- [What to produce]:
From the data below, please reproduce exactly everything from the line that contains "exit code is 1." down to the line that contains "use super::config_errors;", with both ends included.

- [Source material]:
//! `stiltd run --config FILE`: the daemon on real instruments (or the HIL simulator's ptys).
//!
//! Starts the serial acquisition ([`crate::acquire::SerialBackend`]), the HDF5 recorder
//! (unless `--no-record`) and the control loop ([`crate::runtime::start`]), then waits for
//! SIGTERM or SIGINT (or `--duration`). On the way out the loop commands zero on every
//! heater, the heater task writes it to the supply (confirmed or reported), the recording is
//! closed, and the exit code is 0. After a panic anywhere (see `install_panic_guard`) the
//! heaters are commanded to zero the same way and the exit code is 1.
//!
//! `--status-every S` prints one JSON status line per S seconds on stdout (for people and
//! tests); `--summary-json` prints one JSON object at the end (counters, channels).

use std::path::PathBuf;
use std::process::ExitCode;
use std::time::Duration;

use stilt_config::Config;

use super::config_errors;
use crate::acquire::{AcqHandle, FaultSink, SerialBackend};
use crate::record::{Recorder, RecorderOptions};
use crate::rows::{CountingSink, RowSink};
use crate::runtime::{self, RuntimeOptions};
use crate::status::{RecordingStatus, Status};

/// Arguments of `stiltd run`.
#[derive(clap::Args, Debug)]
pub struct RunArgs {
    /// The stage file (TOML) with its `[instruments]`.
    #[arg(long, short)]
    pub config: PathBuf,
    /// A port map to use instead of `instruments.port_map`.
    #[arg(long, value_name = "FILE")]
    pub port_map: Option<PathBuf>,
    /// Common options.
    #[command(flatten)]
    pub common: RunOptions,
}

/// Options shared by `stiltd run` and `stiltd hil`.
#[derive(clap::Args, Debug, Clone)]
pub struct RunOptions {
    /// Stop after this many seconds (default: run until SIGTERM or SIGINT).
    #[arg(long, value_name = "SECONDS")]
    pub duration: Option<f64>,
    /// Record into this folder instead of `recording.dir`.
    #[arg(long, value_name = "DIR")]
    pub out: Option<PathBuf>,
    /// Do not record.
    #[arg(long)]
    pub no_record: bool,
    /// Print a one-line JSON status every this many seconds on stdout (0: never).
    #[arg(long, value_name = "SECONDS", default_value_t = 0.0)]
    pub status_every: f64,
    /// Print a JSON summary (counters, instrument channels) on stdout at the end.
    #[arg(long)]
    pub summary_json: bool,
    /// Serve the HTTP API here instead of `network.bind` (`127.0.0.1:0` picks a free port).
    #[arg(long, value_name = "ADDR:PORT")]
    pub listen: Option<std::net::SocketAddr>,
    /// Do not serve the HTTP API.
    #[arg(long)]
    pub no_api: bool,
}

/// Runs `stiltd run`.
pub fn run(a: &RunArgs) -> ExitCode {
    let cfg = match stilt_config::load_file_with(&a.config, a.port_map.as_deref()) {
        Ok(c) => c,
        Err(e) => return config_errors(&e),
    };
    run_daemon(cfg, Some(a.config.clone()), &a.common)
}

/// The daemon on serial instruments, until a signal or `duration`. Exit 0 after a clean
/// stop, 1 if something failed, 2 for a configuration without instruments.
pub fn run_daemon(cfg: Config, config_path: Option<PathBuf>, o: &RunOptions) -> ExitCode {
    // Logging is set up by the binary (`crate::logging::init`: the journal under systemd).
    if cfg.instruments.is_none() {
        eprintln!(
            "stiltd: {} has no [instruments] section, so there is nothing to read (see config/examples/hardware-template.toml)",
            config_path
                .as_ref()
                .map_or("the configuration".into(), |p| p.display().to_string())
        );
        return ExitCode::from(2);
    }
    if let Some(d) = o.duration
        && !(d.is_finite() && d > 0.0)
    {
        eprintln!("stiltd: --duration {d}: allowed a positive number of seconds");
        return ExitCode::from(2);
    }
    let rt = match super::current_thread_runtime() {
        Ok(rt) => rt,
        Err(code) => return code,
    };
    match rt.block_on(serve(cfg, config_path, o)) {
        Ok(()) => ExitCode::SUCCESS,
        Err(e) => {
            eprintln!("stiltd: {e:#}");
            ExitCode::FAILURE
        }
    }
}

async fn serve(cfg: Config, config_path: Option<PathBuf>, o: &RunOptions) -> anyhow::Result<()> {
    use anyhow::Context;
    let start_utc_ns = crate::acquire::now_utc_ns();
    let (inner, recorder): (Box<dyn RowSink>, _) = if o.no_record || !cfg.recording.enabled {
        (Box::new(CountingSink::default()), None)
    } else {
        let mut ro = RecorderOptions::from_config(&cfg);
        if let Some(d) = &o.out {
            ro.dir = d.clone();
        }
        ro.start_utc_ns = Some(start_utc_ns);
        let (sink, handle) = Recorder::start(&cfg, ro).context("cannot start the recording")?;
        eprintln!(
            "stiltd: recording run {} into {}",
            handle.run_id(),
            handle.dir().display()
        );
        (Box::new(sink), Some(handle))
    };
    let backend = SerialBackend::start(&cfg)?;
    let acq = backend.handle();
    let sink = FaultSink::new(inner, &acq, start_utc_ns);
    let mut opts = RuntimeOptions::real_time(start_utc_ns);
    opts.duration_s = o.duration;
    opts.config_path = config_path;
    if let Some(h) = recorder.clone() {
        opts.recording = Some(Box::new(move || RecordingStatus::from_health(&h.health())));
    }
    let mut api_cfg = cfg.clone();
    if let Some(l) = o.listen {
        api_cfg.network.bind = l;
    }
    let (handles, shutdown, task) = runtime::start(cfg, Box::new(backend), Box::new(sink), opts);
    // Best effort on a panic anywhere (the API thread, the recorder, the loop): command zero
    // through the heater task and stop the loop, then let the default hook report it.
    let panicked = install_panic_guard(&acq, &shutdown);
    #[cfg(debug_assertions)]
    debug_panic_injection();
    // The HTTP API on a thread and runtime of its own: HTTP work never queues behind or
    // ahead of the control loop.
    let api = if o.no_api {
        None
    } else {
        match crate::api::spawn_thread(&api_cfg, handles.clone(), 1) {
            Ok(a) => {
                eprintln!("stiltd: API on http://{}", a.local_addr());
                Some(a)
            }
            Err(e) => {
                shutdown.trigger();
                let _ = task.await;
                let _ = acq.zero_heaters(Duration::from_secs(2)).await;
                anyhow::bail!("cannot serve the API on {}: {e}", api_cfg.network.bind);
            }
        }
    };
    eprintln!("stiltd: running (SIGTERM or Ctrl-C stops it; heaters go to zero)");

    let mut term = tokio::signal::unix::signal(tokio::signal::unix::SignalKind::terminate())
        .context("cannot catch SIGTERM")?;
    // SIGHUP (systemctl reload) rereads the stage file through the same checked path as
    // the API's reload: what may change while running is applied bumplessly, anything
    // else (or a file that fails validation) is refused and the running configuration stays.
    let mut hup = tokio::signal::unix::signal(tokio::signal::unix::SignalKind::hangup())
        .context("cannot catch SIGHUP")?;
    let requests = handles.requests.clone();
    let mut status_rx = handles.status.clone();
    let every = (o.status_every > 0.0 && o.status_every.is_finite())
        .then(|| Duration::from_secs_f64(o.status_every));
    let mut printer = tokio::time::interval(every.unwrap_or(Duration::from_secs(3600)));
    printer.set_missed_tick_behavior(tokio::time::MissedTickBehavior::Skip);
    printer.tick().await;
    let mut task = task;
    let end = loop {
        tokio::select! {
            _ = term.recv() => { eprintln!("stiltd: SIGTERM, stopping"); shutdown.trigger(); }
            _ = tokio::signal::ctrl_c() => { eprintln!("stiltd: SIGINT, stopping"); shutdown.trigger(); }
            _ = hup.recv() => {
                let (tx, rx) = tokio::sync::oneshot::channel();
                let req = crate::status::Request { change: crate::status::ControlRequest::Reload, who: "sighup".into(), reply: tx };
                if requests.send(req).await.is_ok() {
                    match rx.await {
                        Ok(Ok(a)) => tracing::info!(detail = %a.detail, "reload (SIGHUP) applied"),
                        Ok(Err(r)) => tracing::error!("reload (SIGHUP) refused, running configuration kept: {}", r.message),
                        Err(_) => {}
                    }
                }
            }
            _ = printer.tick(), if every.is_some() => {
                let st = status_rx.borrow_and_update().clone();
                println!("{}", status_json(&st, &acq));
            }
            r = &mut task => break r,
        }
    };
    if let Some(a) = api {
        if let Err(e) = a.stop() {
            tracing::warn!("the API server stopped with an error: {e}");
        }
    }
    // Whether the loop ended normally (it has commanded zero) or panicked (it could not),
    // the heater task is still alive: command zero through it and confirm the supply took it.
    let zeroed = acq.zero_heaters(Duration::from_secs(2)).await;
    if !zeroed {
        tracing::error!("could not confirm heaters at zero: check the supply");
    }
    let end = end.context("the control loop panicked (heaters commanded to zero)")?;
    if panicked.load(std::sync::atomic::Ordering::SeqCst) {
        // Exit 1, so that systemd's Restart=on-failure brings the service back.
        anyhow::bail!(
            "a panic stopped the daemon (see above); heaters {}",
            if zeroed {
                "confirmed at zero"
            } else {
                "NOT confirmed at zero"
            }
        );
    }
    let end = end.map_err(|e| anyhow::anyhow!("{e}"))?;
    let last = handles.status.borrow().clone();
    if o.summary_json {
        let c = &end.counters;
        let v = serde_json::json!({
            "reason": end.reason,
            "run_time_s": end.run_time_s,
            "ticks": c.ticks,
            "tilt_samples": c.tilt_samples,
            "tilt_bad": c.tilt_bad,
            "ticks_without_tilt": c.ticks_without_tilt,
            "ticks_missing_leg_temp": c.ticks_missing_leg_temp,
            "rows": { "tilt": end.report.tilt_rows, "control": end.report.control_rows,
                      "events": end.report.events, "dropped": end.report.dropped_rows },
            "fault_events": acq.fault_events(),
            "heaters_zeroed": zeroed,
            "channels": channels_json(&acq),
            "last_status": status_json(&last, &acq),
        });
        println!("{v}");
    }
    eprintln!(
        "stiltd: stopped ({}) after {:.1} s: {} ticks, {} tilt samples ({} unusable), heaters {}",
        end.reason,
        end.run_time_s,
        end.counters.ticks,
        end.counters.tilt_samples,
        end.counters.tilt_bad,
        if zeroed {
            "at zero"
        } else {
            "NOT confirmed at zero"
        }
    );
    Ok(())
}

/// Installs a panic hook that commands zero through the heater task and stops the loop,
/// then runs the default hook (which prints the panic). Both actions are plain channel
/// sends, so they work from any thread, with or without a runtime. The returned flag tells
/// the caller, once the loop has ended, that a panic happened.
fn install_panic_guard(
    acq: &AcqHandle,
    shutdown: &runtime::Shutdown,
) -> std::sync::Arc<std::sync::atomic::AtomicBool> {
    let flag = std::sync::Arc::new(std::sync::atomic::AtomicBool::new(false));
    let (zero, stop, seen) = (acq.clone(), shutdown.clone(), flag.clone());
    let default = std::panic::take_hook();
    std::panic::set_hook(Box::new(move |info| {
        zero.command_zero_now();
        stop.trigger();
        seen.store(true, std::sync::atomic::Ordering::SeqCst);
        default(info);
    }));
    flag
}

/// Debug builds only: `STILTD_DEBUG_PANIC_AFTER_S=S` panics on a thread of its own S
/// seconds after the start, so that the system tests can drive a real panic through the
/// guard above. Release builds do not contain this.
#[cfg(debug_assertions)]
fn debug_panic_injection() {
    let Some(after) = std::env::var("STILTD_DEBUG_PANIC_AFTER_S")
        .ok()
        .and_then(|v| v.parse::<f64>().ok())
        .filter(|s| s.is_finite() && *s >= 0.0)
    else {
        return;
    };
    let _ = std::thread::Builder::new()
        .name("debug-panic".into())
        .spawn(move || {
            std::thread::sleep(Duration::from_secs_f64(after));
            panic!(
                "deliberate panic after {after} s (STILTD_DEBUG_PANIC_AFTER_S, debug builds only)"
            );
        });
}

fn channels_json(acq: &AcqHandle) -> serde_json::Value {
    serde_json::Value::Array(
        acq.channels()
            .iter()
            .map(|c| {
                serde_json::json!({
                    "name": c.name, "port": c.port, "connected": c.connected,
                    "requests": c.requests, "timeouts": c.timeouts,
                    "bad_frames": c.bad_frames, "reconnects": c.reconnects,
                })
            })
            .collect(),
    )
}

/// One status line: the loop's view (mode, tilt, legs) and the instrument counters.
fn status_json(s: &Status, acq: &AcqHandle) -> serde_json::Value {
    let f = |v: Option<f64>| v.filter(|x| x.is_finite());
    serde_json::json!({
        "uptime_s": s.uptime_s,
        "mode": s.mode.as_str(),
        "ready": s.ready,
        "ticks": s.timing.ticks,
        "tilt": s.axes.iter().map(|a| serde_json::json!({
            "urad": f(a.measured_urad), "quality": a.quality.as_str(), "age_s": a.age_s,
        })).collect::<Vec<_>>(),
        "legs": s.legs.iter().zip(acq.mismatches().into_iter().chain(std::iter::repeat(false))).map(|(l, m)| serde_json::json!({
            "name": l.name, "temp_c": f(l.temp_c), "quality": l.quality.as_str(),
            "power_w": l.power_w, "drive_v": l.drive_v,
            "readback_power_w": f(l.readback_power_w), "readback_mismatch": m,
        })).collect::<Vec<_>>(),
        "channels": channels_json(acq),
    })
}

- [Finished task]:
//! heaters are commanded to zero the same way and the exit code is 1.
//!
//! `--status-every S` prints one JSON status line per S seconds on stdout (for people and
//! tests); `--summary-json` prints one JSON object at the end (counters, channels).

use std::path::PathBuf;
use std::process::ExitCode;
use std::time::Duration;

use stilt_config::Config;

use super::config_errors;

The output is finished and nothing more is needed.